The aim of our study was to evaluate the fear of falling in glaucoma patients using the FES-I, and to investigate the association with FES-I score and glaucomatous visual field loss. 
Subjects and Methods
The study procedures conformed to the tenets of the Declaration of Helsinki and to national (Japanese) and institutional (Keio University School of Medicine) regulations. The study was approved by the ethics committee of the Keio University School of Medicine (#2010293). All study subjects gave a written informed consent prior to being enrolled. The study was preregistered in the University Hospital Medical Information Network (UMIN) Clinical Trial Registry (UMIN000005574, http://www.umin.ac.jp/ctr/index.htm). 
Study Design and Subject Enrollment
This was a cross-sectional observational study. Details of the patient recruitment are given elsewhere17; in short, all patients between ages 40 and 85 years who visited Keio University Hospital (Tokyo, Japan), the Iidabashi Eye Clinic (Tokyo, Japan), or the Tanabe Eye Clinic (Yamanashi, Japan) between the period of May 1, 2011 and November 30, 2011 were screened for eligibility in this study. 
Baseline Evaluation of Subjects with Glaucoma
Glaucoma patients studied underwent a battery of ophthalmic examinations, including slit-lamp biomicroscopy, funduscopy, gonioscopy, intraocular pressure measurements by Goldmann applanation tonometry, and visual field examination with the Humphrey Field Analyzer (HFA; the 24-2 Swedish Interactive Threshold Algorithm Standard Strategy, Carl Zeiss Meditec, Dublin, CA). The findings were analyzed by TS and KY, both of whom subspecialize in glaucoma. The reliability of the visual field was confirmed to be less than a 20% fixation loss rate and less than a 15% false-positive rate; the false-negative rate was not applied as a reliability criteria because it has been shown to be positively correlated with the level of visual field damage rather than patient attentiveness.31 
Diagnostic Criteria for Primary Open-Angle Glaucoma (POAG)
POAG was diagnosed according to the presence of the following three findings: (1) glaucomatous optic disc cupping, represented by notch formation, generalized cup enlargement, a senile sclerotic or myopic disc, or nerve-fiber layer defects; (2) glaucomatous visual field defects, defined according to the Anderson and Patella32 criteria (a cluster of three or more points in the pattern deviation plot within a single hemifield [superior or inferior] with a P value <5%, one of which must have a P value <1%); and (3) an open angle observed on gonioscopy. Gonioscopy was performed by a glaucoma specialist. During the enrolment period, 10 POAG patients did not agree to participate in the study. The percentage of POAG patients who agreed to participate in the study was 96.3%. We excluded 62 patients with secondary glaucoma, and 16 patients with angle closure glaucoma. We included glaucoma patients after experiencing visual field testing at least two times. Therefore no patient was perimetrically naive. 
Evaluation of Fall-Related Self-Efficacy
All participants answered the FES-I questions, translated into Japanese, in a face-to-face interview. The original FES-I has excellent internal and test–retest reliability (Cronbach's α, 0.96; interclass correlation coefficient, 0.96).29 The original FES-I can be downloaded from this website (https://www.health.qld.gov.au/__data/assets/pdf_file/0026/426635/33346.pdf). The Japanese version of FES-I also has excellent internal and test–retest reliability (Cronbach's α, 0.95; interclass correlation coefficient, 0.79).33 The level of concern about falling when carrying out each activity is evaluated using a four-response category (1 = not at all concerned, 2 = somewhat concerned, 3 = fairly concerned, 4 = very concerned). Individuals are instructed to rate each activity regardless of whether they actually perform it. The total FES-I score ranges from 16 to 64 and is calculated by adding points from all question responses. The 16 questions concerned the following activities: 
  1. 1. Cleaning the house (e.g., sweep, vacuum, or dust)

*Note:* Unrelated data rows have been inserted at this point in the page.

import sharp from 'sharp';
import { afterAll, beforeAll, describe, expect, it } from 'vitest';
import type { AppInstance } from '../../server/app';
import { AuditEvent } from '../../server/features/audit/audit-event.entity';
import type { User } from '../../server/features/users/user.entity';
import type { PhotoView } from '../../shared/types/listings';
import { buildUser } from '../support/factories';
import { buildListedListing, buildListing } from '../support/listing-factories';
import { hasGpsTag, jpegPhoto, pngPhoto, webpPhoto } from '../support/photo-fixtures';
import { keyOfUrl, photoObjects, storedObject } from '../support/photo-storage';
import { uploadPhoto } from '../support/photo-uploads';
import { signedInAs } from '../support/sessions';
import { browserLikeAgent, startTestApp } from '../support/test-app';

let app: AppInstance;
let seller: User;
let moderator: User;
beforeAll(async () => {
  app = await startTestApp();
  seller = await buildUser(app.ctx.dataSource);
  moderator = await buildUser(app.ctx.dataSource, { role: 'moderator' });
});
afterAll(() => app.close());

const objectsOf = (photo: PhotoView) => {
  const key = keyOfUrl(photo.displayUrl);
  return [`listings/${key}/display.jpg`, `listings/${key}/thumb.jpg`];
};

describe('POST /api/listings/:id/photos', () => {
  it('stores a JPEG as two re-encoded sizes, without its EXIF or GPS position', async () => {
    const listing = await buildListing(app.ctx.dataSource, seller);
    const original = await jpegPhoto({ width: 2400, height: 1800 });
    expect(hasGpsTag((await sharp(original).metadata()).exif)).toBe(true);

    const res = await uploadPhoto(await signedInAs(app, seller), listing.id, original);

    expect(res.status).toBe(201);
    const photo = res.body.photo as PhotoView;
    expect(photo).toMatchObject({ position: 1, isCover: true, width: 1600, height: 1200 });
    expect(photo.thumbUrl).toMatch(/^\/api\/photos\/[A-Za-z0-9_-]{43}\/thumb\.jpg$/);
    expect(res.body.photos).toEqual([photo]);
    const objects = objectsOf(photo);
    expect(await photoObjects(app)).toEqual(expect.arrayContaining(objects));
    // OWASP File Upload Cheat Sheet, "Image rewriting": stored files are fresh JPEGs with no metadata carried over.
    for (const key of objects) {
      const stored = await storedObject(app, key);
      const meta = await sharp(stored.bytes).metadata();
      expect(stored.contentType).toBe('image/jpeg');
      expect(meta.format).toBe('jpeg');
      expect(meta.exif).toBeUndefined();
      expect(stored.bytes.includes(Buffer.from('Exif\0\0', 'latin1'))).toBe(false);
      expect(stored.bytes.includes(Buffer.from('Benchwright test camera'))).toBe(false);
      expect(stored.bytes.equals(original)).toBe(false);
    }
    const thumb = await sharp((await storedObject(app, objects[1]!)).bytes).metadata();
    expect([thumb.width, thumb.height]).toEqual([320, 240]);
  });

  it('re-encodes a PNG with transparency and a WebP as JPEGs', async () => {
    const listing = await buildListing(app.ctx.dataSource, seller);
    const agent = await signedInAs(app, seller);

    const png = await uploadPhoto(agent, listing.id, await pngPhoto(), 'plan.png', 'image/png');
    const webp = await uploadPhoto(agent, listing.id, await webpPhoto(), 'plan.webp', 'image/webp');

    expect([png.status, webp.status]).toEqual([201, 201]);
    expect(webp.body.photos.map((p: PhotoView) => [p.position, p.isCover])).toEqual([
      [1, true],
      [2, false],
    ]);
    for (const photo of webp.body.photos as PhotoView[])
      for (const key of objectsOf(photo)) {
        const meta = await sharp((await storedObject(app, key)).bytes).metadata();
        expect([meta.format, meta.hasAlpha]).toEqual(['jpeg', false]);
      }
  });

  it('judges by content alone: a real JPEG sent as "notes.txt", text/plain, is accepted', async () => {
    const listing = await buildListing(app.ctx.dataSource, seller);
    const res = await uploadPhoto(
      await signedInAs(app, seller),
      listing.id,
      await jpegPhoto(),
      'notes.txt',
      'text/plain',
    );
    expect(res.status).toBe(201);
  });

  it('turns a photo upright by its EXIF orientation before the tag is dropped', async () => {
    const listing = await buildListing(app.ctx.dataSource, seller);
    const sideways = await jpegPhoto({ width: 800, height: 600, orientation: 6 });

    const res = await uploadPhoto(await signedInAs(app, seller), listing.id, sideways);

    expect(res.status).toBe(201);
    expect(res.body.photo).toMatchObject({ width: 600, height: 800 });
  });

  it('sends a listed listing back to review when a photo is added, recording why', async () => {
    const listing = await buildListedListing(app.ctx, seller, moderator);

    const res = await uploadPhoto(await signedInAs(app, seller), listing.id, await jpegPhoto());

    expect(res.status).toBe(201);
    const own = await (await signedInAs(app, seller)).get(`/api/listings/${listing.id}`);
    expect(own.body.listing.state).toBe('awaiting_review');
    const revise = await app.ctx.dataSource
      .getRepository(AuditEvent)
      .findOneByOrFail({ action: 'listing.revise', targetId: String(listing.id) });
    expect(revise.detail).toEqual({ from: 'listed', to: 'awaiting_review', photoAdded: res.body.photo.id });
  });
});

describe('GET /api/photos/:key/(thumb|display).jpg', () => {
  it('serves exactly the stored bytes with a fixed type, nosniff and inline disposition', async () => {
    const listing = await buildListedListing(app.ctx, seller, moderator);
    const photo = (await (await browserLikeAgent(app)).get(`/api/listings/${listing.id}`)).body.listing
      .photos[0] as PhotoView;
    const stored = await storedObject(app, objectsOf(photo)[0]!);

    const res = await (
      await browserLikeAgent(app)
    )
      .get(photo.displayUrl)
      .buffer(true)
      .parse((r, done) => {
        const chunks: Buffer[] = [];
        r.on('data', (c: Buffer) => chunks.push(c));
        r.on('end', () => done(null, Buffer.concat(chunks)));
      });

    expect(res.status).toBe(200);
    expect((res.body as Buffer).equals(stored.bytes)).toBe(true);
    // OWASP File Upload Cheat Sheet: served with a set Content-Type, nosniff, and never as an attachment to run.
    expect(res.headers['content-type']).toBe('image/jpeg');
    expect(res.headers['x-content-type-options']).toBe('nosniff');
    expect(res.headers['content-disposition']).toBe('inline');
    expect(res.headers['cache-control']).toBe('public, max-age=604800, immutable');
  });

  it('puts the cover first in the listing view and its thumbnail on the search result', async () => {
    const listing = await buildListedListing(app.ctx, seller, moderator, {
      title: 'EM gauge fiddle yard cassette board',
    });
    const agent = await signedInAs(app, seller);
    await uploadPhoto(agent, listing.id, await jpegPhoto());
    const photos = (await agent.get(`/api/listings/${listing.id}/photos`)).body.photos as PhotoView[];
    await agent.post(`/api/listings/${listing.id}/photos/${photos[1]!.id}/cover`).send({}).expect(200);
    await (await signedInAs(app, moderator)).post(`/api/moderation/listings/${listing.id}/approve`).send({
      checklist: { photosShowItem: true, plausiblePrice: true, nothingProhibited: true, noContactDetails: true },
    });

    const view = (await (await browserLikeAgent(app)).get(`/api/listings/${listing.id}`)).body.listing;
    const search = await (await browserLikeAgent(app)).get('/api/listings').query({ q: 'cassette' });

    expect(view.photos.map((p: PhotoView) => p.id)).toEqual([photos[1]!.id, photos[0]!.id]);
    const item = search.body.items.find((i: { id: number }) => i.id === listing.id);
    expect(item.coverThumbUrl).toBe(photos[1]!.thumbUrl);
  });
});
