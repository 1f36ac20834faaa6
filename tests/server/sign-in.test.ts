import request from 'supertest';
import { afterAll, beforeAll, describe, expect, it } from 'vitest';
import type { AppInstance } from '../../server/app';
import { SESSION_COOKIE } from '../../server/features/auth/session';
import { buildUser, GOOD_PASSWORD, uniqueEmail } from '../support/factories';
import { browserLikeAgent, startTestApp, useToken } from '../support/test-app';

let app: AppInstance;
beforeAll(async () => {
  app = await startTestApp();
});
afterAll(() => app.close());

const sessionCookie = (res: request.Response) =>
  ([] as string[])
    .concat(res.headers['set-cookie'] ?? [])
    .find((c) => c.startsWith(`${SESSION_COOKIE}=`))
    ?.split(';')[0];

describe('POST /api/auth/sign-in', () => {
  it('signs in, issues a new session id and a new CSRF token', async () => {
    const user = await buildUser(app.ctx.dataSource, { displayName: 'Esme Turnout' });
    const agent = await browserLikeAgent(app);
    const before = await agent.post('/api/auth/resend-verification').send({ email: uniqueEmail() });

    const res = await agent.post('/api/auth/sign-in').send({ email: user.email, password: GOOD_PASSWORD });

    expect(res.status).toBe(200);
    expect(res.body.user).toMatchObject({
      email: user.email,
      displayName: 'Esme Turnout',
      role: 'member',
      emailVerified: true,
    });
    expect(res.body.user).not.toHaveProperty('passwordHash');
    expect(sessionCookie(res)).toBeDefined();
    expect(sessionCookie(res)).not.toBe(sessionCookie(before));
    expect(res.headers['set-cookie']?.[0]).toMatch(/HttpOnly/);
    expect(res.headers['set-cookie']?.[0]).toMatch(/SameSite=Lax/);
  });

  it('answers a wrong password and an unknown address with the same 401', async () => {
    const user = await buildUser(app.ctx.dataSource);
    const agent = await browserLikeAgent(app);

    const wrong = await agent
      .post('/api/auth/sign-in')
      .send({ email: user.email, password: 'not-the-password-at-all' });
    const unknown = await agent
      .post('/api/auth/sign-in')
      .send({ email: uniqueEmail(), password: 'not-the-password-at-all' });

    expect(wrong.status).toBe(401);
    expect(unknown.status).toBe(401);
    expect(wrong.body).toEqual(unknown.body);
  });

  it('tells an unconfirmed account to confirm its address first', async () => {
    const user = await buildUser(app.ctx.dataSource, { verified: false });
    const agent = await browserLikeAgent(app);

    const res = await agent.post('/api/auth/sign-in').send({ email: user.email, password: GOOD_PASSWORD });

    expect(res.status).toBe(403);
    expect(res.body.error.code).toBe('email_unverified');
  });

  it('tells a suspended member why they cannot sign in', async () => {
    const user = await buildUser(app.ctx.dataSource, { suspendedReason: 'Listing boards you do not own' });
    const agent = await browserLikeAgent(app);

    const res = await agent.post('/api/auth/sign-in').send({ email: user.email, password: GOOD_PASSWORD });

    expect(res.status).toBe(403);
    expect(res.body.error.code).toBe('account_suspended');
    expect(res.body.error.message).toContain('Listing boards you do not own');
  });

  it('ends the session at sign-out so the old cookie no longer works', async () => {
    const user = await buildUser(app.ctx.dataSource);
    const agent = await browserLikeAgent(app);
    const signIn = await agent
      .post('/api/auth/sign-in')
      .send({ email: user.email, password: GOOD_PASSWORD })
      .expect(200);
    const oldCookie = sessionCookie(signIn)!;
    useToken(agent, signIn.body);

    await agent.post('/api/auth/sign-out').expect(200);

    const replay = await request(app.app).get('/api/account').set('Cookie', oldCookie);
    expect(replay.status).toBe(401);
  });
});

describe('sign-in rate limits', () => {
  it('blocks an account after repeated failures, even for the right password, and says how long', async () => {
    const limited = await startTestApp({ signInLimits: { perAccount: 3, perAddress: 100, windowMinutes: 15 } });
    try {
      const user = await buildUser(limited.ctx.dataSource);
      const agent = await browserLikeAgent(limited);
      for (let i = 0; i < 3; i += 1) {
        await agent
          .post('/api/auth/sign-in')
          .send({ email: user.email, password: 'wrong-password-number' })
          .expect(401);
      }

      const res = await agent.post('/api/auth/sign-in').send({ email: user.email, password: GOOD_PASSWORD });

      expect(res.status).toBe(429);
      expect(res.body.error.message).toMatch(/Try again in \d+ minutes?/);
      expect(res.headers['retry-after']).toBeDefined();
    } finally {
      await limited.close();
    }
  });

  it('keeps counting per address when X-Forwarded-For is forged', async () => {
    const limited = await startTestApp({ signInLimits: { perAccount: 100, perAddress: 3, windowMinutes: 15 } });
    try {
      const agent = await browserLikeAgent(limited);
      for (let i = 0; i < 3; i += 1) {
        await agent
          .post('/api/auth/sign-in')
          .set('X-Forwarded-For', `203.0.113.${i}`)
          .send({ email: uniqueEmail(), password: 'wrong-password-number' })
          .expect(401);
      }

      const res = await agent
        .post('/api/auth/sign-in')
        .set('X-Forwarded-For', '198.51.100.7')
        .send({ email: uniqueEmail(), password: 'wrong-password-number' });

      expect(res.status).toBe(429);
    } finally {
      await limited.close();
    }
  });
});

  2. 2. Getting dressed or undressed
  3. 3. Preparing simple meals
  4. 4. Taking a bath or shower
  5. 5. Going to the shop
  6. 6. Getting in or out of a chair
  7. 7. Going up or down stairs
  8. 8. Walking around outside
  9. 9. Reaching up or bending down
  10. 10. Answering the telephone
  11. 11. Walking on a slippery surface (e.g., wet or icy)
  12. 12. Visiting a friend/relative
  13. 13. Going to a place with crowds
  14. 14. Walking on an uneven surface (e.g., rocky ground, poorly maintained pavement)
  15. 15. Walking up or down a slope
  16. 16. Going out to a social event (e.g., religious service, family gathering, or club meeting)
In addition, demographic information was recorded from participants, including age, sex, height, weight, alcohol intake, smoking history, current illnesses including past history of depression, usage of cane, and medical history (including medications taken orally, such as sedatives and tranquilizers). 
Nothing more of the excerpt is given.